Non-Iterative Learning Methods for Classification and Forecasting

This talk will first introduce the main non-iterative learning paradigms such as the randomization based feedforward neural networks, random forest, extreme learning machines and kernel ridge regression. The talk will also consider computational complexity with increasing scale of the classification/forecasting problems. The talk will also present extensive benchmarking studies on ensemble realization of these methods using classification and forecasting datasets

Biography:

Ponnuthurai Nagaratnam Suganthan is Fellow of the Institute of Electrical and Electronics Engineers for contributions to optimization using evolutionary and swarm algorithms.

His research interests include swarm and evolutionary algorithms, pattern recognition, forecasting, randomized neural networks, deep learning and applications of the swarm, evolutionary & machine learning algorithms. His publications have been well cited (Google scholar: more than 29k). His SCI indexed publications attracted over 1000 SCI citations in each calendar years 2013, 2014, 2015, 2016 and 2017. He was selected as one of the highly cited researchers by Thomson Reuters in 2015, 2016 , and 2017 in computer science.
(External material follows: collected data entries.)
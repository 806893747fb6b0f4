#include "fmm/parallel/executor.hpp"

#include <gtest/gtest.h>

#include <algorithm>
#include <atomic>
#include <stdexcept>
#include <utility>
#include <vector>

namespace farsum {
namespace {

using Pieces = std::vector<std::pair<std::size_t, std::size_t>>;

/// Pieces by place, as a run on `threads` threads hands them out.
Pieces pieces_of(int threads, std::size_t count, std::size_t grain) {
  Executor executor(threads);
  Pieces found((count + grain - 1) / grain);
  executor.for_each(count, grain, [&](std::size_t begin, std::size_t end, int) { found[begin / grain] = {begin, end}; });
  return found;
}

TEST(Executor, PiecesDependOnCountAndGrainOnly) {
  for (const auto& [count, grain] : Pieces{{1, 1}, {10, 3}, {12, 3}, {1000, 7}, {5, 100}}) {
    Pieces expected;
    for (std::size_t begin = 0; begin < count; begin += grain) expected.push_back({begin, std::min(count, begin + grain)});
    for (int threads : {1, 2, 5}) EXPECT_EQ(pieces_of(threads, count, grain), expected) << count << " by " << grain;
  }
}

TEST(Executor, NoElementsMeansNoCall) {
  Executor executor(2);
  executor.for_each(0, 4, [](std::size_t, std::size_t, int) { FAIL(); });
}

TEST(Executor, EveryElementIsVisitedOnce) {
  Executor executor(4);
  std::vector<std::atomic<int>> visits(10007);
  executor.for_each(visits.size(), 13, [&](std::size_t begin, std::size_t end, int) {
    for (std::size_t i = begin; i < end; ++i) ++visits[i];
  });
  for (const std::atomic<int>& count : visits) ASSERT_EQ(count, 1);
}

TEST(Executor, AnExceptionOfTheBodyReachesTheCaller) {
  for (int threads : {1, 3}) {
    Executor executor(threads);
    EXPECT_THROW(executor.for_each(100, 1,
                                   [](std::size_t begin, std::size_t, int) {
                                     if (begin == 57) throw std::domain_error("57");
                                   }),
                 std::domain_error);
  }
}

TEST(Executor, WorksAgainAfterAnException) {
  Executor executor(3);
  EXPECT_THROW(executor.for_each(10, 1, [](std::size_t, std::size_t, int) { throw 1; }), int);
  std::atomic<int> calls{0};
  executor.for_each(10, 1, [&](std::size_t, std::size_t, int) { ++calls; });
  EXPECT_EQ(calls, 10);
}

TEST(Executor, WorkerNumbersStayBelowTheNumberOfThreads) {
  for (int threads : {0, 1, 2}) {
    Executor executor(threads);
    std::atomic<int> highest{-1}, lowest{1 << 20};
    executor.for_each(2000, 1, [&](std::size_t, std::size_t, int worker) {
      for (int seen = highest; worker > seen && !highest.compare_exchange_weak(seen, worker);) {
      }
      for (int seen = lowest; worker < seen && !lowest.compare_exchange_weak(seen, worker);) {
      }
    });
    EXPECT_GE(lowest, 0);
    EXPECT_LT(highest, executor.threads());
  }
}

TEST(Executor, AWorkerNumberIsHeldByOneThreadAtATime) {
  Executor executor(4);
  std::vector<std::atomic<int>> inside(std::size_t(executor.threads()));
  std::atomic<bool> shared{false};
  executor.for_each(4000, 1, [&](std::size_t, std::size_t, int worker) {
    if (++inside[std::size_t(worker)] != 1) shared = true;
    --inside[std::size_t(worker)];
  });
  EXPECT_FALSE(shared);
}

TEST(Executor, ScratchOfAWorkerNeedsNoLock) {
  Executor executor(0);
  std::vector<std::size_t> sums(std::size_t(executor.threads()), 0);
  executor.for_each(5000, 3, [&](std::size_t begin, std::size_t end, int worker) {
    for (std::size_t i = begin; i < end; ++i) sums[std::size_t(worker)] += i;
  });
  std::size_t sum = 0;
  for (std::size_t part : sums) sum += part;
  EXPECT_EQ(sum, std::size_t{5000} * 4999 / 2);
}

TEST(Executor, TheLimitIsNotExceeded) {
  EXPECT_EQ(Executor(1).threads(), 1);
  EXPECT_LE(Executor(2).threads(), 2);
  EXPECT_GE(Executor(0).threads(), 1);
}

TEST(Executor, LoopsMayBeNested) {
  Executor executor(2);
  std::atomic<int> calls{0};
  executor.for_each(
      8, 1, [&](std::size_t, std::size_t, int) { executor.for_each(8, 1, [&](std::size_t, std::size_t, int) { ++calls; }); });
  EXPECT_EQ(calls, 64);
}

}  // namespace
}  // namespace farsum
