#pragma once
// Points of the test scenes in an octree, built as the engine does: scaled by a power of two, in one frame for all.
#include <vector>

#include "fmm/domain/scaling.hpp"
#include "fmm/octree/octree.hpp"
#include "tests/reference/scenes.hpp"

namespace farsum::unit {

using reference::Charges;

/// Scale and frame that hold all the given points.
struct Setting {
  PowerOfTwo scale;
  Frame frame;

  explicit Setting(std::initializer_list<const Charges*> sets, double side = 1.25, double middle = 3.0 / 7) {
    Executor executor(1);
    Bounds bounds;
    for (const Charges* set : sets) bounds.join(checked_bounds(set->points(), "position", executor));
    scale = PowerOfTwo(-binary_exponent(bounds.extent()));
    for (double& v : bounds.low) v = scale(v);
    for (double& v : bounds.high) v = scale(v);
    frame = Frame(bounds, side, middle);
  }
};

inline Octree tree_of(const Charges& charges, const Setting& setting, std::uint32_t capacity, int threads = 1) {
  static MemoryLedger ledger;  // outlives every tree of a test
  Executor executor(threads);
  return build_octree(charges.points(), setting.scale, setting.frame, {capacity}, executor, ledger);
}

inline Octree tree_of(const Charges& charges, std::uint32_t capacity, int threads = 1) {
  return tree_of(charges, Setting({&charges}), capacity, threads);
}

}  // namespace farsum::unit
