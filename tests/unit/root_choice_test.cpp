#include "fmm/octree/root_choice.hpp"

#include <gtest/gtest.h>

#include <algorithm>
#include <cmath>

namespace farsum {
namespace {

Bounds box(double a, double b, double c) {
  return {{0.1, -0.2, 0.3}, {0.1 + a, -0.2 + b, 0.3 + c}, false};
}

/// True if the cube of the frame holds the bounds.
bool holds(const Frame& frame, const Bounds& bounds) {
  for (std::size_t axis = 0; axis < 3; ++axis)
    if (bounds.low[axis] < frame.corner()[axis] || bounds.high[axis] > frame.corner()[axis] + frame.side()) return false;
  return true;
}

TEST(ChooseFrame, HoldsTheBounds) {
  for (std::size_t n : {2u, 1000u, 54321u, 1000000u})
    for (const Bounds& bounds : {box(1, 1, 1), box(0.6, 0.1, 0.001), box(0, 0.7, 0), box(0.5, 0, 1)})
      EXPECT_TRUE(holds(choose_frame(bounds, n, 60), bounds)) << n;
}

TEST(ChooseFrame, SideStaysWithinTwoOctaveSteps) {
  for (std::size_t n = 10; n < 10000000; n = n * 3 / 2) {
    const double side = choose_frame(box(1, 0.8, 0.9), n, 60).side();
    EXPECT_GE(side, 1.0);
    EXPECT_LE(side, 2.5);
  }
}

TEST(ChooseFrame, BoxesOfSomeLevelOfAUniformCubeHoldTheFill) {
  for (std::size_t n : {10000u, 33333u, 200000u, 1000000u}) {
    const Frame frame = choose_frame(box(1, 1, 1), n, 60);
    double nearest = 1e300;
    for (int level = 0; level < 20; ++level)
      nearest = std::min(nearest, std::abs(std::log(double(n) * std::pow(frame.box_side(level), 3) / 60)));
    EXPECT_LT(nearest, 0.05) << n;
  }
}

TEST(ChooseFrame, OfOnePlaceIsAUnitCubeAroundIt) {
  const Frame frame = choose_frame(box(0, 0, 0), 5, 60);
  EXPECT_EQ(frame.side(), 1.0);
  EXPECT_TRUE(holds(frame, box(0, 0, 0)));
}

}  // namespace
}  // namespace farsum
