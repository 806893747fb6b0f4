#include "bench/yardstick/rates.hpp"

#include <algorithm>
#include <array>
#include <chrono>
#include <random>
#include <vector>

#include "bench/yardstick/yardstick.hpp"
#include "fmm/base/cpu.hpp"
#include "fmm/kernels/dispatch.hpp"

namespace farsum::bench {
namespace {

constexpr std::size_t kPoints = 512;  // sources and targets: all arrays together fit into the first-level cache
constexpr int kRuns = 7;
constexpr int kRepeatsPerRun = 40;  // about 5 ms a run on a fast core

/// Best rate in pairs a second of `kernel`, which forms kPoints x kPoints pairs.
template <class Kernel>
double best_rate(Kernel kernel) {
  double best = 0;
  kernel();
  for (int run = 0; run < kRuns; ++run) {
    const auto start = std::chrono::steady_clock::now();
    for (int repeat = 0; repeat < kRepeatsPerRun; ++repeat) kernel();
    const std::chrono::duration<double> seconds = std::chrono::steady_clock::now() - start;
    best = std::max(best, double(kRepeatsPerRun) * double(kPoints) * double(kPoints) / seconds.count());
  }
  return best;
}

template <class Real>
struct Arrays {
  std::array<std::vector<Real>, 12> values;
  Arrays() {
    std::mt19937_64 engine(1);
    for (std::vector<Real>& list : values) {
      list.resize(kPoints);
      for (Real& value : list) value = Real(engine() >> 40) / Real(1 << 24);
    }
  }
};

template <class Real>
double yardstick_rate() {
  if (!yardstick::available()) return 0;
  Arrays<Real> arrays;
  auto& v = arrays.values;
  const Real* sources[4] = {v[0].data(), v[1].data(), v[2].data(), v[3].data()};
  const Real* targets[3] = {v[4].data(), v[5].data(), v[6].data()};
  Real* results[4] = {v[7].data(), v[8].data(), v[9].data(), v[10].data()};
  return best_rate([&] { yardstick::pair_sums(sources, kPoints, targets, kPoints, results); });
}

}  // namespace

double own_pair_rate(CpuTarget target) {
  Arrays<double> arrays;
  auto& v = arrays.values;
  const kernels::PairSums arguments{v[0].data(), v[1].data(), v[2].data(), v[3].data(),  kPoints,
                                    v[4].data(), v[5].data(), v[6].data(), kPoints,      -1,
                                    v[7].data(), v[8].data(), v[9].data(), v[10].data(), v[11].data()};
  const kernels::KernelTable& table = kernels::kernel_table(resolve_cpu_target(target));
  return best_rate([&] { table.pair_sums(arguments, kernels::RootAccuracy::full, true, true); });
}

double yardstick_rate_double() {
  return yardstick_rate<double>();
}
double yardstick_rate_float() {
  return yardstick_rate<float>();
}

}  // namespace farsum::bench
He received the B.A degree, Postgraduate Certificate and M.A degree in Electrical and Information Engineering from the University of Cambridge, UK. After completing his Ph.D. research in 1995, he served as a pre-doctoral Research Assistant in the Dept of Electrical Engineering, University of Sydney in 1995–96 and a lecturer in the Dept of Computer Science and Electrical Engineering, University of Queensland in 1996–99. He moved to NTU in 1999. He is an Editorial Board Member of the Evolutionary Computation Journal, MIT Press. He is an associate editor of the Applied Soft Computing (2018-), IEEE Trans on Cybernetics (2012 - ), IEEE Trans on Evolutionary Computation (2005 -), Information Sciences (Elsevier) (2009 - ), Pattern Recognition (Elsevier) (2001 - ) and Int. J. of Swarm Intelligence Research (2009 - ) Journals. He is a founding co-editor-in-chief of Swarm and Evolutionary Computation (2010 - ), an SCI Indexed Elsevier Journal. His co-authored SaDE paper (published in April 2009) won the "IEEE Trans. on Evolutionary Computation outstanding paper award" in 2012. His former Ph.D. student, Dr Jane Jing Liang, won the IEEE CIS Outstanding Ph.D. dissertation award, in 2014. IEEE CIS Singapore Chapter won the best chapter award in Singapore in 2014 for its achievements in 2013 under his leadership. He served as the General Chair of the IEEE SSCI 2013. He has been a member of the IEEE (S'90, M'92, SM'00, Fellow’15) since 1990 and an elected AdCom member of the IEEE Computational Intelligence Society (CIS) in 2014-2016.